What you need to do:
Among the entries below, find the line with "readonly coldC: number;", then quote it and each following line up to and including the line with "readonly hours?: number;", and nothing else.
▼
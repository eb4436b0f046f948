/**
 * A brief: a written cooling requirement, every field in SI. An immutable version of it is what hours are tested against.
 * Field names are those of the presets file; what each means is method.md 3 and 3.1.
 */
export type Stage = 'direct' | 'indirect' | 'dewpoint' | 'twostage' | 'tower';

export type Limit =
  | { readonly kind: 'fixed'; readonly tempC: number }
  | {
      readonly kind: 'adaptive';
      readonly model: 'ashrae55-80' | 'ashrae55-90' | 'en16798-i' | 'en16798-ii' | 'en16798-iii';
      readonly ceilingC: number | null;
    }
  | { readonly kind: 'inlet'; readonly tempC: number; readonly derate?: string }
  | { readonly kind: 'thi'; readonly value: number }
  | { readonly kind: 'shade-heat'; readonly value: number }
  | {
      readonly kind: 'tower';
      readonly coldC: number;
      readonly rangeK: number;
      readonly approachK: number;
      readonly exchangerK: number;
    }
  | { readonly kind: 'turbine'; readonly targetC: number; readonly floorC: number };

export interface HumidityCaps {
  readonly roomRhPct?: number;
  readonly supplyRhPct?: number;
  readonly supplyDewPointC?: number;
}

export interface Tolerance {
  /** Share of demand hours that may be unmet, %. */
  readonly sharePct?: number;
  /** Hours that may be unmet. */
  readonly hours?: number;
  /** Longest spell of unmet hours, h. */
  readonly spellH?: number;
}

export interface HardLimit {
  readonly tempC: number;
  readonly hours: number;
  readonly derate?: string;
}

/** Prices of a site; one that is left out is not known. What depends on the size of plant is per kW of design load. */
export interface Prices {
  /** What the prices are in, such as EUR. */
  readonly currency: string;
  readonly electricityPerKwh?: number;
  readonly waterPerM3?: number;
  /** What the plant costs more than the reference; negative when it costs less. */
  readonly extraCapitalPerKw?: number;
  /** What its upkeep costs more in a year. */
  readonly extraUpkeepPerKwYear?: number;
}

/** Carbon dioxide of the grid, with where the number comes from and of which year. */
export interface GridFactor {
  readonly kgCo2PerKwh: number;
  readonly source: string;
}

export type ScoreComponent = 'served' | 'severity' | 'spell' | 'damp' | 'water' | 'electricity' | 'worst-year';

export interface ScoreAnchor {
  readonly component: ScoreComponent;
  readonly weight: number;
  /** Raw value that scores 0, and the one that scores 100. */
  readonly a0: number;
  readonly a100: number;
}

export interface Brief {
  readonly preset: string;
  readonly source: string;
  readonly phi: 'constant' | 'linear';
  readonly control: 'modulating' | 'on-off';
  readonly primaryAir: 'outdoor' | 'return';
  readonly secondaryAir: 'outdoor' | 'exhaust';
  readonly effDirect: number;
  readonly effIndirect: number;
  readonly effDewPoint: number;
  readonly effExchanger: number;
  readonly cutInDepressionK: number;
  readonly startRoomTempC: number | null;
  readonly maxOutdoorRhPct: number | null;
  readonly freezeLockoutC: number;
  readonly basinHeat: boolean;
  readonly balanceTempC: number | null;
  readonly dwRoomKgKg: number;
  readonly fanWPerLs: Readonly<Record<'air' | 'direct' | 'indirect' | 'dewpoint' | 'twostage' | 'returnAir', number>>;
  readonly pumpKwPerKw: number;
  readonly k: number;
  readonly cycles: number;
  readonly driftPctOfCirculation: number;
  readonly reference: { readonly cop: number; readonly economy: boolean };
  readonly clock: 'civil' | 'standard';
  /** `all`, or month numbers 1..12. */
  readonly months: 'all' | readonly number[];
  readonly weekdays: 'all' | 'mon-fri';
  /** `8-18` (opening and closing), `0-24`, or `daylight`. */
  readonly hours: string;
  readonly caps: HumidityCaps;
  readonly lowerLimits: HumidityCaps;
  readonly hardLimits: readonly HardLimit[];
  readonly reported: readonly string[];
  readonly limit: Limit;
  readonly dTroomK: number;
  readonly dTitK: number | null;
  readonly stages: readonly Stage[];
  readonly towerFanPumpWPerKw: number | null;
  readonly towerLatentShare: number | null;
  readonly tolerance: Tolerance;
  /** Gates that a person answers, such as an infection-control sign-off. */
  readonly gates: readonly string[];
  readonly score: readonly ScoreAnchor[];
  readonly prices?: Prices;
  readonly grid?: GridFactor;
  /** Why stages are on that the use does not have by itself; printed on every sheet. */
  readonly stagesReason?: string;
}
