import { hourClasses } from '#engine/hour-classes/hour-class.ts';
import { type ReducedYear, reduceYear } from '#engine/reduction/reduce-year.ts';
import { judgeYear } from '#engine/run/judge-year.ts';
import type { RunResult } from '#engine/run/run-result.ts';
import { gradePlace } from '#engine/score/grade-place.ts';
import type { UsableReading } from '#engine/weather-files/weather-file-reading.ts';
import { measuredHours } from '../../features/weather/measured-hours.ts';
import type { CommandContext, ExitCode } from '../command.ts';
import { openJudgeableFile } from './judgeable-file.ts';
import { printResult } from './print-result.ts';

/** The station stands for itself, by this one year. */
function gradeOf(input: { reading: UsableReading; reduced: ReducedYear; result: RunResult }): string {
  const { reading, reduced, result } = input;
  const counts = result.usable && reading.kind !== 'derived';
  return gradePlace({
    distanceKm: 0,
    heightDifferenceM: 0,
    years: { actual: counts && reading.kind === 'actual' ? 1 : 0, typical: counts && reading.kind === 'typical' },
    measuredSharePct: counts ? (100 * measuredHours(reduced.year.packed.flags)) / reduced.facts.hours : null,
    flagsInformative: !reading.findings.some(({ code }) => code === 'source-flags-uniform'),
    kind: reading.kind === 'derived' ? 'derived' : 'station',
  }).grade;
}

function ledgerResult(file: string, input: { preset: string; grade: string; result: RunResult }) {
  const { methodVersion, ledger, verdict, failed, score, scoreNote, scoreExact, parts, gates } = input.result;
  return {
    file,
    brief: input.preset,
    methodVersion,
    hours: ledger.hours,
    classes: Object.fromEntries(hourClasses.map((hourClass) => [hourClass, ledger.classes[hourClass]])),
    demand: ledger.demand,
    met: ledger.met,
    verdict,
    failed,
    score,
    // An excluded place shows no score at all; its parts still say what they would have been.
    scoreExact: scoreNote === null ? scoreExact : null,
    grade: input.grade,
    parts,
    gates,
  };
}

/** `muslin ledger FILE --brief PRESET`: every hour of the file's year under the preset. */
export async function ledger(context: CommandContext): Promise<ExitCode> {
  const opened = await openJudgeableFile(context);
  if (typeof opened === 'number') return opened;
  const { file, preset, brief, reading, place } = opened;
  const reduced = reduceYear(reading);
  const result = judgeYear({ year: reduced.year, brief, ...place });
  printResult(ledgerResult(file, { preset, grade: gradeOf({ reading, reduced, result }), result }));
  return 0;
}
▲
Completed exercise:
      readonly coldC: number;
      readonly rangeK: number;
      readonly approachK: number;
      readonly exchangerK: number;
    }
  | { readonly kind: 'turbine'; readonly targetC: number; readonly floorC: number };

export interface HumidityCaps {
  readonly roomRhPct?: number;
  readonly supplyRhPct?: number;
  readonly supplyDewPointC?: number;
}

export interface Tolerance {
  /** Share of demand hours that may be unmet, %. */
  readonly sharePct?: number;
  /** Hours that may be unmet. */
  readonly hours?: number;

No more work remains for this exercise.